Adding a column of 1’s to G determines a [12,6]_3 code which we can check to be self-dual:

GG = MatrixSpace(k,6,12).matrix( [ list(row) + [1] for row in G ] )
GG
=>
[2 0 1 2 1 1 0 0 0 0 0 1]
[0 2 0 1 2 1 1 0 0 0 0 1]
[0 0 2 0 1 2 1 1 0 0 0 1]
[0 0 0 2 0 1 2 1 1 0 0 1]
[0 0 0 0 2 0 1 2 1 1 0 1]
[0 0 0 0 0 2 0 1 2 1 1 1]

GG * GG.T
=>
[0 0 0 0 0 0]
[0 0 0 0 0 0]
[0 0 0 0 0 0]
[0 0 0 0 0 0]
[0 0 0 0 0 0]
[0 0 0 0 0 0]

If CC denotes the code with generator matrix GG, then the computation GG * GG.T shows that CC is contained in the dual code CC^perp; since the dimension of CC^perp is 12-6 = 6, we conclude CC = CC^perp.

Now we have

Lemma

If $C$ is a self-dual code of length $n$ over the field $\mathbb{F}_3$, then the weight of any codeword is a multiple of $3$.

Proof

We first note that $1$ is the only non-zero square in $\mathbb{F}_3$, since $1^2 = 2^2 = 1$.

Let $\mathbf{v}= (v_1,\cdots,v_n) \in V$ and let $J = \{j \mid v_j \ne 0\}$.

Then $\operatorname{weight}(\mathbf{v}) = |J|$.

Since $C$ is self-dual we have in particular \[\langle \mathbf{v}, \mathbf{v}\rangle = 0.\]

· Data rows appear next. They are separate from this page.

/// The router over a coordinator with the grid engine, and a runtime to call it on, from plain test code
/// (`route_service`). Clones share the router, the runtime and the coordinator.
#[derive(Clone)]
pub struct Routed {
    pub router: axum::Router,
    pub coordinator: Arc<Coordinator>,
    runtime: Arc<tokio::runtime::Runtime>,
}

impl Client for &Routed {
    fn exchange(
        &self,
        method: &str,
        path: &str,
        headers: &[(&str, &str)],
        body: &[u8],
    ) -> std::io::Result<Reply> {
        let mut builder = axum::http::Request::builder()
            .method(axum::http::Method::from_bytes(method.as_bytes()).expect("a method token"))
            .uri(path);
        for (name, value) in headers {
            builder = builder.header(*name, *value);
        }
        let mut request = builder
            .body(axum::body::Body::from(body.to_vec()))
            .expect("request");
        request
            .extensions_mut()
            .insert(axum::extract::ConnectInfo(SocketAddr::from((
                [127, 0, 0, 1],
                40000,
            ))));
        Ok(self.runtime.block_on(call_request(&self.router, request)))
    }
}

/// The router of a service with the grid engine over `data_dir`, with `config` (its data_dir replaced),
/// called without a socket.
pub fn route_service(data_dir: &Path, config: ServiceConfig) -> Routed {
    let (router, coordinator) = router_with(data_dir, config, Arc::new(GridEngine::new()));
    let runtime = tokio::runtime::Builder::new_multi_thread()
        .worker_threads(2)
        .enable_all()
        .build()
        .expect("runtime");
    Routed {
        router,
        coordinator,
        runtime: Arc::new(runtime),
    }
}

/// Sends one request and reads the whole answer.
/// The checkerboard scene's floor and rug class ids, its cells across and each cell's side in pixels.
pub const CHECKERBOARD_FLOOR: u16 = 0;
pub const CHECKERBOARD_RUG: u16 = 6;
pub const CHECKERBOARD_CELLS: u32 = 6;
pub const CHECKERBOARD_CELL: u32 = 16;

/// The real engine on the shipped classifier (`$SAYSO_MODEL` when set).
pub fn shipped_engine() -> Arc<sayso_session::JointCorrector> {
    Arc::new(
        sayso_session::JointCorrector::load(&sayso_perception::pipeline::model_path(None))
            .expect("classifier"),
    )
}

/// A 96x96 floor with a checkerboard of rug cells, registered by operator "odile" with its label map (no
/// classifier needed), and a conversation of hers opened on it.
pub fn register_checkerboard(
    coordinator: &Coordinator,
) -> (
    sayso_correction_log::SceneKey,
    sayso_correction_log::ConversationKey,
) {
    let side = CHECKERBOARD_CELLS * CHECKERBOARD_CELL;
    let mut labels = IndexImage::filled(side, side, CHECKERBOARD_FLOOR);
    for y in 0..labels.height {
        for x in 0..labels.width {
            if (x / CHECKERBOARD_CELL + y / CHECKERBOARD_CELL) % 2 == 1 {
                labels.set(x, y, CHECKERBOARD_RUG);
            }
        }
    }
    let created = coordinator
        .register_scene(
            sayso_session::SceneUpload {
                name: Some("juniper-lane-landing".into()),
                image_png: Some(raster::encode_rgb_png(&picture_of(&labels)).unwrap()),
                label_map_png: Some(raster::encode_index_png(&labels).unwrap()),
                ..Default::default()
            },
            "odile",
        )
        .expect("registered");
    let scene = sayso_correction_log::SceneKey(created.scene_id);
    let conversation = coordinator
        .open_conversation(scene, "odile")
        .expect("opened");
    (
        scene,
        sayso_correction_log::ConversationKey(conversation.conversation_id),
    )
}

/// Starts `sayso serve --port 0` followed by `arguments` (its log lines to `stderr`), and reads the address
/// it listens on from the first line it prints. The caller stops the process.
pub fn start_serve(arguments: &[&dyn AsRef<OsStr>], stderr: Stdio) -> (Child, SocketAddr) {
    let mut child = Command::new(env!("CARGO_BIN_EXE_sayso"))
        .args(["serve", "--port", "0"])
        .args(arguments.iter().map(|argument| argument.as_ref()))
        .stdout(Stdio::piped())
        .stderr(stderr)
        .spawn()
        .expect("spawn sayso serve");
    let stdout = child.stdout.take().expect("stdout");
    let mut line = String::new();
    BufReader::new(stdout)
        .read_line(&mut line)
        .expect("read the listening line");
    let address = line
        .split("http://")
        .nth(1)
        .and_then(|rest| rest.split('/').next())
        .and_then(|address| address.parse().ok())
        .unwrap_or_else(|| panic!("sayso serve did not start: no address in {line:?}"));
    (child, address)
}

pub fn send(
    client: impl Client,
    method: &str,
    path: &str,
    headers: &[(&str, &str)],
    body: &[u8],
) -> std::io::Result<Reply> {
    client.exchange(method, path, headers, body)
}

/// Sends one request over a socket with `Connection: close` and reads the whole answer.
fn over_socket(
    address: SocketAddr,
    method: &str,
    path: &str,
    headers: &[(&str, &str)],
    body: &[u8],
) -> std::io::Result<Reply> {
    let mut stream = TcpStream::connect(address)?;
    stream.set_read_timeout(Some(Duration::from_secs(20)))?;
    let mut head = format!(
        "{method} {path} HTTP/1.1\r\nHost: {address}\r\nConnection: close\r\nContent-Length: {}\r\n",
        body.len()
    );
    for (name, value) in headers {
        head.push_str(&format!("{name}: {value}\r\n"));
    }
    head.push_str("\r\n");
    stream.write_all(head.as_bytes())?;
    // A server may answer (413) and close before reading a huge body; a broken pipe is then fine.
    let _ = stream.write_all(body);
    let mut raw = Vec::new();
    stream.read_to_end(&mut raw)?;
    parse_reply(&raw)
}

fn parse_reply(raw: &[u8]) -> std::io::Result<Reply> {
    let invalid =
        |what: &str| std::io::Error::new(std::io::ErrorKind::InvalidData, what.to_string());
    let split = raw
        .windows(4)
        .position(|window| window == b"\r\n\r\n")
        .ok_or_else(|| invalid("no end of headers"))?;
    let head = String::from_utf8_lossy(&raw[..split]).to_string();
    let mut lines = head.split("\r\n");
    let status_line = lines.next().ok_or_else(|| invalid("no status line"))?;
    let status: u16 = status_line
        .split(' ')
        .nth(1)
        .and_then(|code| code.parse().ok())
        .ok_or_else(|| invalid("bad status line"))?;
    let headers: Vec<(String, String)> = lines
        .filter_map(|line| line.split_once(':'))
        .map(|(name, value)| (name.trim().to_string(), value.trim().to_string()))
        .collect();
    let mut body = raw[split + 4..].to_vec();
    let chunked = headers.iter().any(|(name, value)| {
        name.eq_ignore_ascii_case("transfer-encoding") && value.contains("chunked")
    });
    if chunked {
        body = dechunk(&body).ok_or_else(|| invalid("bad chunked body"))?;
    }
    Ok(Reply {
        status,
        headers,
        body,
    })
}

Now on the other hand \[\langle \mathbf{v}, \mathbf{v}\rangle = \sum_{j \in J} (v_j)^2 = \sum_{j \in J} 1 = |J| \pmod{3}.\]

Thus we indeed find that $\operatorname{weight}(\mathbf{v}) = |J| \equiv 0 \pmod{3}$.

Now, looking at the generator matrix, CC evidently contains codewords of weight 6, e.g.

( GG[5], weight(GG[5]))
=>
([0 0 0 0 0 2 0 1 2 1 1 1], 6)

We claim that CC has minimal distance 6. According to the Lemma it will suffice to show that CC has no codewords of weight 3.

Once we establish this fact, then the minimal weight of a codeword in C must be 5.